Work required = All of the data should be restated exactly as it stands.

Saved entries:

"""Compare the places that were looked at on two boats: lost ones, newly exempt ones, headroom and figures."""

from __future__ import annotations

from collections.abc import Iterator, Mapping
from dataclasses import dataclass, field

from checker.result.compare_findings import is_near
from checker.result.side import Figures, Place, PlaceKey, SideStudy

LEAST_LOSS = 0.005
"""Headroom that is lost in smaller steps than this, a share of the limit, is nothing to tell."""


@dataclass(frozen=True, slots=True)
class PlaceChanges:
    """Tell how the places of one boat changed.

    `lost` are looked at no more though the part is still aboard, `gone` went with their part;
    `exempt` had figures or a finding and now pass by a note; `thinner` lost headroom near the
    limit; `figures` are all that changed, by check, limit set, part and what is measured.
    """

    lost: tuple[PlaceKey, ...] = ()
    gone: tuple[PlaceKey, ...] = ()
    exempt: Mapping[PlaceKey, str] = field(default_factory=dict)
    thinner: Mapping[PlaceKey, tuple[Figures, Figures]] = field(default_factory=dict)
    figures: Mapping[PlaceKey, tuple[Figures, Figures]] = field(default_factory=dict)


def place_changes(
    before: SideStudy, after: SideStudy, gone_names: frozenset[str], dropped_sets: frozenset[str], thin_fraction: float
) -> PlaceChanges:
    """Return how the places of one boat changed.

    Args:
        before: The study on the base side.
        after: The study on the head side.
        gone_names: What was aboard before and is no more.
        dropped_sets: Limit sets that the boat is judged by no more; they are told by themselves.
        thin_fraction: Share of the limit below which headroom is thin.
    """
    found_after = {found.about for found in after.found}
    looked_at = {(key.check, key.limit_set, bare(key.part)) for key in after.places} | found_after
    notes = {(key.check, key.limit_set, key.part): p.note for key, p in after.places.items() if p.figures is None}
    lost: list[PlaceKey] = []
    gone: list[PlaceKey] = []
    exempt: dict[PlaceKey, str] = {}
    for key, place in before.places.items():
        if key in after.places or key.limit_set in dropped_sets:
            continue
        note = notes.get((key.check, key.limit_set, key.part), "")
        if place.figures is not None and note:
            exempt[key] = note
        elif (key.check, key.limit_set, bare(key.part)) not in looked_at:
            names = (bare(key.part), *bare(key.part).split(" "))
            (gone if gone_names.intersection(names) else lost).append(key)
    changed = {key: pair for key, pair in _figures(before, after) if not _is_same(*pair)}
    thinner = {key: pair for key, pair in changed.items() if _is_thinner(*pair, thin_fraction)}
    return PlaceChanges(
        tuple(lost), tuple(gone), exempt, {k: p for k, p in thinner.items() if k in after.places}, changed
    )


def bare(part: str) -> str:
    """Return the name of a part that is looked at more than once, without the number of the look."""
    return part.partition(" #")[0]


def _all_figures(study: SideStudy) -> dict[PlaceKey, Figures]:
    """Return all figures of a study: of what passed, and of the findings."""
    found = {key: place.figures for key, place in study.places.items() if place.figures is not None}
    for one in study.found:
        if one.figures is not None:
            key = PlaceKey(one.check, one.limit_set, one.part, Place(one.figures).looks_at)
            known = found.get(key)
            if known is None or (one.figures.headroom or 0.0) < (known.headroom or 0.0):
                found[key] = one.figures
    return found


def _figures(before: SideStudy, after: SideStudy) -> Iterator[tuple[PlaceKey, tuple[Figures, Figures]]]:
    now = _all_figures(after)
    for key, figures in _all_figures(before).items():
        if key in now:
            yield key, (figures, now[key])


def _is_same(before: Figures, after: Figures) -> bool:
    return is_near(before.value, after.value) and is_near(before.limit, after.limit)


def _is_thinner(before: Figures, after: Figures, thin_fraction: float) -> bool:
    """Tell whether a place lost headroom and now has little."""
    old, new = before.headroom, after.headroom
    if after.is_stepped or old is None or new is None:
        return False
    return 0 <= new < thin_fraction and new < old - LEAST_LOSS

Output of the exercise =
"""Compare the places that were looked at on two boats: lost ones, newly exempt ones, headroom and figures."""

from __future__ import annotations

from collections.abc import Iterator, Mapping
from dataclasses import dataclass, field

from checker.result.compare_findings import is_near
from checker.result.side import Figures, Place, PlaceKey, SideStudy

LEAST_LOSS = 0.005
"""Headroom that is lost in smaller steps than this, a share of the limit, is nothing to tell."""


@dataclass(frozen=True, slots=True)
class PlaceChanges:
    """Tell how the places of one boat changed.

    `lost` are looked at no more though the part is still aboard, `gone` went with their part;
    `exempt` had figures or a finding and now pass by a note; `thinner` lost headroom near the
    limit; `figures` are all that changed, by check, limit set, part and what is measured.
    """

    lost: tuple[PlaceKey, ...] = ()
    gone: tuple[PlaceKey, ...] = ()
    exempt: Mapping[PlaceKey, str] = field(default_factory=dict)
    thinner: Mapping[PlaceKey, tuple[Figures, Figures]] = field(default_factory=dict)
    figures: Mapping[PlaceKey, tuple[Figures, Figures]] = field(default_factory=dict)


def place_changes(
    before: SideStudy, after: SideStudy, gone_names: frozenset[str], dropped_sets: frozenset[str], thin_fraction: float
) -> PlaceChanges:
    """Return how the places of one boat changed.

    Args:
        before: The study on the base side.
        after: The study on the head side.
        gone_names: What was aboard before and is no more.
        dropped_sets: Limit sets that the boat is judged by no more; they are told by themselves.
        thin_fraction: Share of the limit below which headroom is thin.
    """
    found_after = {found.about for found in after.found}
    looked_at = {(key.check, key.limit_set, bare(key.part)) for key in after.places} | found_after
    notes = {(key.check, key.limit_set, key.part): p.note for key, p in after.places.items() if p.figures is None}
    lost: list[PlaceKey] = []
    gone: list[PlaceKey] = []
    exempt: dict[PlaceKey, str] = {}
    for key, place in before.places.items():
        if key in after.places or key.limit_set in dropped_sets:
            continue
        note = notes.get((key.check, key.limit_set, key.part), "")
        if place.figures is not None and note:
            exempt[key] = note
        elif (key.check, key.limit_set, bare(key.part)) not in looked_at:
            names = (bare(key.part), *bare(key.part).split(" "))
            (gone if gone_names.intersection(names) else lost).append(key)
    changed = {key: pair for key, pair in _figures(before, after) if not _is_same(*pair)}
    thinner = {key: pair for key, pair in changed.items() if _is_thinner(*pair, thin_fraction)}
    return PlaceChanges(
        tuple(lost), tuple(gone), exempt, {k: p for k, p in thinner.items() if k in after.places}, changed
    )


def bare(part: str) -> str:
    """Return the name of a part that is looked at more than once, without the number of the look."""
    return part.partition(" #")[0]


def _all_figures(study: SideStudy) -> dict[PlaceKey, Figures]:
    """Return all figures of a study: of what passed, and of the findings."""
    found = {key: place.figures for key, place in study.places.items() if place.figures is not None}
    for one in study.found:
        if one.figures is not None:
            key = PlaceKey(one.check, one.limit_set, one.part, Place(one.figures).looks_at)
            known = found.get(key)
            if known is None or (one.figures.headroom or 0.0) < (known.headroom or 0.0):
                found[key] = one.figures
    return found


def _figures(before: SideStudy, after: SideStudy) -> Iterator[tuple[PlaceKey, tuple[Figures, Figures]]]:
    now = _all_figures(after)
    for key, figures in _all_figures(before).items():
        if key in now:
            yield key, (figures, now[key])


def _is_same(before: Figures, after: Figures) -> bool:
    return is_near(before.value, after.value) and is_near(before.limit, after.limit)


def _is_thinner(before: Figures, after: Figures, thin_fraction: float) -> bool:
    """Tell whether a place lost headroom and now has little."""
    old, new = before.headroom, after.headroom
    if after.is_stepped or old is None or new is None:
        return False
    return 0 <= new < thin_fraction and new < old - LEAST_LOSS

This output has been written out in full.